Compgen Tool Suite

Problem Set #5

mcmillan / Version 16

Comp 590-087/790-087: BioAlgorithms -- Fall 2011

Problem Set #5

Issued: 11/21/2011 Due: In class 12/6/2010

Homework Information: Some of the problems are probably too long to attempt the night before the due date, so plan accordingly. No late homework will accepted. However, your lowest homework will be dropped. Feel free to work with others, but the work you hand in should be your own.

Doublet starred (**) parts of questions are optional and worth up to 10% extra credit.

Question 1. Clustering

Consider the following distance matrix.

	A	B	C	D	E
A	0	22	16	12	16
B	22	0	18	26	10
C	16	18	0	20	12
D	12	26	20	0	20
E	16	10	12	20	0

Is this distance matrix additive?
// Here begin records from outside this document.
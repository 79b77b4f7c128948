import type { CST, LineCounter } from 'yaml';
import type { ConfigProblem } from './problems.js';

/** Largest config text accepted (characters); a real config is a few kilobytes. */
export const MAX_CONFIG_CHARS = 1024 * 1024;
/** Deepest nesting of collections; a config needs five levels, so 32 leaves room without risk. */
export const MAX_CONFIG_DEPTH = 32;
/** Longest single scalar (characters); globs and names are short. */
export const MAX_SCALAR_CHARS = 16 * 1024;
/** Most alias uses (`*name`) in one file; the guard against "billion laughs" expansion. */
export const MAX_ALIAS_COUNT = 100;
/** Most values after aliases are expanded. */
export const MAX_CONFIG_VALUES = 10_000;
/**
 * Most entries (keys, list items, flow commas and brackets) in the text, counted before parsing
 * so that an oversized document costs a linear scan, not a parse; a large real config has a few
 * hundred.
 */
export const MAX_CONFIG_ENTRIES = 5_000;

const DEEP: Omit<ConfigProblem, 'line' | 'col'> = {
  message: `nesting is deeper than ${MAX_CONFIG_DEPTH} levels`,
  fix: 'a Bellgate config needs only a few levels (section, list, rule, globs); flatten the document',
};

/**
 * Checks the raw token tree before anything recursive runs over it: nesting depth and scalar
 * length. Walks with an explicit stack, so a 10,000-deep `[[[[...` cannot overflow the call stack.
 * Returns the first problem found, or undefined.
 * @example checkTokenLimits(tokens, counter) // undefined for an ordinary config
 */
export function checkTokenLimits(tokens: readonly CST.Token[], counter: LineCounter): ConfigProblem | undefined {
  const stack: Array<[CST.Token, number]> = tokens.map((t) => [t, 0]);
  while (stack.length > 0) {
    const [token, depth] = stack.pop()!;
    const at = counter.linePos(token.offset);
    switch (token.type) {
      case 'document':
        if (token.value) stack.push([token.value, depth]);
        break;
      case 'block-map':
      case 'block-seq':
      case 'flow-collection': {
        if (depth + 1 > MAX_CONFIG_DEPTH) {
          return { ...at, ...DEEP };
        }
        for (const item of token.items) {
          if ('key' in item && item.key) stack.push([item.key, depth + 1]);
          if (item.value) stack.push([item.value, depth + 1]);
        }
        break;
      }
      case 'scalar':
      case 'single-quoted-scalar':
      case 'double-quoted-scalar':
      case 'block-scalar':
        if (token.source.length > MAX_SCALAR_CHARS) {
          return {
            ...at,
            message: `a value of ${token.source.length} characters is longer than the limit of ${MAX_SCALAR_CHARS}`,
            fix: 'globs, names and numbers are short; remove the oversized value',
          };
        }
        break;
      default:
        break;
    }
  }
  return undefined;
}

/**
 * A linear scan of the raw text, before the parser, for the shapes that make the YAML library
 * slow down faster than linearly: flow brackets nested past the limit (10,000 "[" take 0.6 s to
 * parse), compact block indicators at the start of a line ("- - - x"; 300,000 take 4 s), and
 * more than MAX_CONFIG_ENTRIES keys or items. Quotes and
 * comments are skipped; checkTokenLimits still checks the real tree after parsing.
 * Returns a problem at the first bracket, indicator or entry past a limit, or undefined.
 * @example prescanShape('[[[]]]') // undefined
 */
export function prescanShape(text: string): ConfigProblem | undefined {
  let depth = 0;
  let entries = 0;
  let line = 1;
  let lineStart = 0;
  for (let i = 0; i < text.length; i++) {
    const c = text[i]!;
    if (c === '\n') {
      line++;
      lineStart = i + 1;
      continue;
    }
    if (i === lineStart) {
      let j = i;
      let indicators = 0;
      while (j < text.length && (text[j] === ' ' || text[j] === '\t')) j++;
      while ('-?:'.includes(text[j] ?? 'x') && (text[j + 1] === ' ' || text[j + 1] === '\t')) {
        if (++indicators > MAX_CONFIG_DEPTH) return { line, col: j - lineStart + 1, ...DEEP };
        j += 2;
        while (text[j] === ' ' || text[j] === '\t') j++;
      }
    }
    const prev = i === 0 ? ' ' : text[i - 1]!;
    const tokenStart = ' \t\n[{,:-?'.includes(prev);
    if (c === '#' && (prev === ' ' || prev === '\t' || i === lineStart)) {
      while (i + 1 < text.length && text[i + 1] !== '\n') i++;
    } else if ((c === '"' || c === "'") && tokenStart) {
      // Skip the quoted scalar, counting its line breaks.
      for (i++; i < text.length; i++) {
        if (c === '"' && text[i] === '\\') i++;
        else if (text[i] === c) break;
        else if (text[i] === '\n') {
          line++;
          lineStart = i + 1;
        }
      }
    } else if (
      (c === ':' && (' \t\r\n'.includes(text[i + 1] ?? ' ') || (depth > 0 && ',]}'.includes(text[i + 1]!)))) ||
      (c === '-' && tokenStart && ' \t\r\n'.includes(text[i + 1] ?? ' ')) ||
      (c === ',' && depth > 0) ||
      c === '[' ||
      c === '{'
    ) {
      if (++entries > MAX_CONFIG_ENTRIES) {
        return {
          line,
          col: i - lineStart + 1,
          message: `the config has more than ${MAX_CONFIG_ENTRIES} entries`,
          fix: 'a Bellgate config needs a few hundred keys and list items; use globs to cover many metrics with one rule',
        };
      }
    }
    if (c === '[' || c === '{') {
      if (++depth > MAX_CONFIG_DEPTH) return { line, col: i - lineStart + 1, ...DEEP };
    } else if ((c === ']' || c === '}') && depth > 0) {
      depth--;
    }
  }
  return undefined;
}
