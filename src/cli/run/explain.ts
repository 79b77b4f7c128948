import { InputError } from '../../errors/input-error.js';
import { renderExplain } from '../../report/explain.js';
import type { CommandContext } from '../context.js';
import { judgeRequestedRun, type RequestedRunOptions } from '../judge-requested-run.js';
import { closeNames } from '../close-names.js';

export type ExplainOptions = RequestedRunOptions;

/**
 * The work of `bellgate explain METRIC`: judges the run and
 * draws the one metric's decision on stdout.
 * @throws InputError for an unknown metric (naming the closest names), bad files or flags.
 * @example await runExplain(ctx, 'latency/geocode-p95', { history: 'h.json', series: 'default' })
 */
export async function runExplain(ctx: CommandContext, metric: string, options: ExplainOptions): Promise<void> {
  const { history, run, report } = await judgeRequestedRun(ctx, options);
  const result = report.metrics.find((m) => m.name === metric);
  if (result === undefined) {
    const known = [...new Set([...history.columns.keys(), ...run.metrics.keys()])];
    const near = closeNames(metric, known);
    throw new InputError(`no metric named "${metric}" in the history or this run`, {
      where: options.history,
      fix:
        near.length > 0
          ? `did you mean ${near.map((n) => `"${n}"`).join(' or ')}?`
          : 'run bellgate check to list the metric names',
    });
  }
  const width = Number(ctx.io.env.COLUMNS);
  const text = renderExplain({
    result,
    // The newest baseline values the gate kept, on the metric's own scale.
    baselineValues: result.recent ?? [],
    cutoff: result.effectiveCutoff ?? result.cutoff,
    report,
    color: ctx.color,
    ...(Number.isInteger(width) && width >= 40 ? { width: Math.min(width, 160) } : {}),
  });
  ctx.io.stdout(text.endsWith('\n') ? text : `${text}\n`);
}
Justify your answer.
Apply the ADDITIVEPHYLOGENY algorithm descibed on page 364 to the given matrix. Draw the final tree and the step-by-step results in a manner similar to Figure 10.14 (Page 363).
Apply UPGMA to the given distance matrix and draw the resulting dendrogram. How does it compare to the tree derived in part B?
Describe an efficient algorithm for determining the value of δ in step 5 of ADDITIVEPHYLOGENY.

Question 2. Tree construction

A. How many canonical single-character Small Parsimony Problems are there for the following tree?
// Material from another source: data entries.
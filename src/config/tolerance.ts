import type { Tolerance } from './types.js';

const PERCENT = /^((?:[0-9]+(?:\.[0-9]*)?|\.[0-9]+)) ?%$/;

/**
 * Reads a `tolerance:` value: a number is absolute (in the metric's unit), a string "N%" is a
 * share of the baseline mean. Returns undefined for anything else (the schema has refused it).
 * @example parseTolerance('1%') // { kind: 'percent', amount: 0.01 }
 * @example parseTolerance(512) // { kind: 'absolute', amount: 512 }
 */
export function parseTolerance(value: unknown): Tolerance | undefined {
  if (typeof value === 'number' && Number.isFinite(value) && value >= 0) return { kind: 'absolute', amount: value };
  if (typeof value !== 'string') return undefined;
  const found = PERCENT.exec(value);
  return found ? { kind: 'percent', amount: Number(found[1]) / 100 } : undefined;
}
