import { pointerSegment, type Position, type YamlTree } from './tree.js';

/** Longest text the recogniser reads; a plain config is a few kilobytes, anything larger goes to the library. */
const MAX_PLAIN_CHARS = 64 * 1024;
/** Longest line; far below the library's 16 KiB scalar limit. */
const MAX_PLAIN_LINE = 1024;
/** Most keys; below the library's 5,000-entry limit (yaml-limits.ts). */
const MAX_PLAIN_KEYS = 4000;
/** Most nested mappings; below the library's 32 levels (yaml-limits.ts). */
const MAX_PLAIN_DEPTH = 24;

/** Anything but printable ASCII and "\n" (tabs, "\r", control and non-ASCII characters). */
const OUTSIDE_SUBSET = /[^\n\x20-\x7e]/;
/** A blank line or a comment line. */
const SKIPPED = /^ *(?:#.*)?$/;
/** `indent key:rest`: the key a plain name, right before the colon. */
const KEY_LINE = /^( *)([A-Za-z_][A-Za-z0-9_-]*):(.*)$/;
/** What follows `key:` when a nested mapping comes next: nothing, spaces, or a ` #` comment. */
const NO_SCALAR = /^(?: +(?:#.*)?)?$/;
/** What follows `key:` when it holds a scalar: spaces, words of safe characters, then maybe a ` #` comment. */
const SCALAR = /^( +)([A-Za-z0-9_./%+-]+(?: +[A-Za-z0-9_./%+-]+)*)(?: +(?:#.*)?)?$/;
/** Numbers in JSON's spelling, which YAML 1.2's core schema reads the same way. */
const NUMBER = /^-?(?:0|[1-9][0-9]*)(?:\.[0-9]+)?(?:[eE][-+]?[0-9]+)?$/;
const PERCENT = /^[0-9]+(?:\.[0-9]+)?%$/;
const WORD = /^[A-Za-z]/;
/** Words the core schema reads as null or as booleans other than `true`/`false`. */
const NOT_A_STRING = new Set(['null', 'Null', 'NULL', 'True', 'TRUE', 'False', 'FALSE']);

interface Level {
  indent: number;
  map: Record<string, unknown>;
  pointer: string;
}

/**
 * Reads the plain subset of YAML most configs are written in — block mappings of mappings, indented
 * by spaces, whose leaves are numbers (JSON spelling), `true`/`false`, words starting with a letter
 * or `2%`-style percentages, with blank lines and `#` comments — without loading the YAML library.
 * Gives exactly the tree readYamlTree (yaml-tree.ts) builds: same values in null-prototype objects,
 * same key order and line:col of every key and value. Returns undefined ("decline") for anything
 * else — lists, quotes, flow collections, tabs, "\r", non-ASCII, anchors, tags, block scalars,
 * directives, null values, duplicate keys, other spellings of numbers or booleans, over 64 KiB —
 * and the caller then reads the text with the library, which stays the reference and says what is
 * wrong. Declining is always correct; the recogniser only has to be right when it answers.
 * @example readPlainYaml('defaults:\n  tolerance: 2%\n')?.value // { defaults: { tolerance: '2%' } }
 * @example readPlainYaml('metrics:\n  - match: a\n') // undefined (a list)
 */
export function readPlainYaml(text: string): YamlTree | undefined {
  if (text.length > MAX_PLAIN_CHARS || OUTSIDE_SUBSET.test(text)) return undefined;
  const tree: YamlTree = { value: undefined, valueAt: new Map(), keyAt: new Map() };
  const levels: Level[] = [];
  // A `key:` without a scalar, waiting for its nested mapping on a later line.
  let open: { parent: Level; key: string; pointer: string } | undefined;
  let keys = 0;
  const lines = text.split('\n');
  for (let i = 0; i < lines.length; i++) {
    const line = lines[i]!;
    if (line.length > MAX_PLAIN_LINE) return undefined;
    if (SKIPPED.test(line)) continue;
    const found = KEY_LINE.exec(line);
    if (found === null || ++keys > MAX_PLAIN_KEYS) return undefined;
    const indent = found[1]!.length;
    const key = found[2]!;
    const rest = found[3]!;
    const at: Position = { line: i + 1, col: indent + 1 };
    if (levels.length === 0) {
      if (indent !== 0) return undefined;
      levels.push({ indent, map: Object.create(null) as Record<string, unknown>, pointer: '' });
      tree.value = levels[0]!.map;
      tree.valueAt.set('', at);
    } else if (open !== undefined) {
      if (indent <= open.parent.indent || levels.length >= MAX_PLAIN_DEPTH) return undefined;
      const level: Level = { indent, map: Object.create(null) as Record<string, unknown>, pointer: open.pointer };
      open.parent.map[open.key] = level.map;
      tree.valueAt.set(open.pointer, at);
      levels.push(level);
      open = undefined;
    } else {
      while (levels[levels.length - 1]!.indent > indent) levels.pop();
      // Deeper than the mapping after a scalar (a continuation line), or between two levels: decline.
      if (levels.length === 0 || levels[levels.length - 1]!.indent !== indent) return undefined;
    }
    const level = levels[levels.length - 1]!;
    if (NOT_A_STRING.has(key) || key === 'true' || key === 'false' || Object.hasOwn(level.map, key)) return undefined;
    const pointer = `${level.pointer}/${pointerSegment(key)}`;
    tree.keyAt.set(pointer, at);
    if (NO_SCALAR.test(rest)) {
      open = { parent: level, key, pointer };
      continue;
    }
    const scalar = SCALAR.exec(rest);
    if (scalar === null) return undefined;
    const value = plainScalar(scalar[2]!);
    if (value === undefined) return undefined;
    level.map[key] = value;
    tree.valueAt.set(pointer, { line: i + 1, col: indent + key.length + 1 + scalar[1]!.length + 1 });
  }
  // A last `key:` with nothing under it is null, which the library reads.
  return open === undefined ? tree : undefined;
}

/** The value of a plain scalar in the accepted spellings, or undefined to decline. */
function plainScalar(source: string): string | number | boolean | undefined {
  if (NUMBER.test(source)) {
    // At most 15 significant digits, so the library's parseInt/parseFloat and Number agree exactly.
    if (source.replace(/[eE].*$/, '').replace(/[^0-9]/g, '').length > 15) return undefined;
    const value = Number(source);
    return Number.isFinite(value) ? value : undefined;
  }
  if (source === 'true' || source === 'false') return source === 'true';
  if (PERCENT.test(source)) return source;
  if (WORD.test(source) && !NOT_A_STRING.has(source)) return source;
  return undefined;
}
(Hint: Consider that each problem falls into one of 4 classes. It has either 4, 3, 2, or 1 distinct leaf labels. Notice that the order of labels in the 1st and 2nd positions does not matter. Likewise, for the 3rd and 4th positions. Also swapping the 1st and 2nd labels with the 3rd and 4th does not change the problem)

B. Give an example of each canonical Small Parsimony Problem from part A, and find its solution.

C. A parisimony score of at least n-1 is required to generate n distinct leafs. How many of the canonical Small Parsimony Problems for this tree have higher parsimony scores?

Question 3. Hidden Markov Models

Assume that a genome is composed of two types of segments, normal sequence and CG islands with the following base compostions and mean segment sizes:

	A	T	C	G	Mean length
Normal (N)	0.3	0.3	0.2	0.2	10
CG-island (I)	0.1	0.1	0.4	0.4	5

Draw an HMM diagram encapsulating the given data.

Given the observed sequence TGCC, what is the most likely series of hidden-segment states?

Given the observed sequence TGCCG, what is the most likely series of hidden-segment states?

What is the most likely hidden-segment state at the first 'C' in the sequence 'TGCCG'?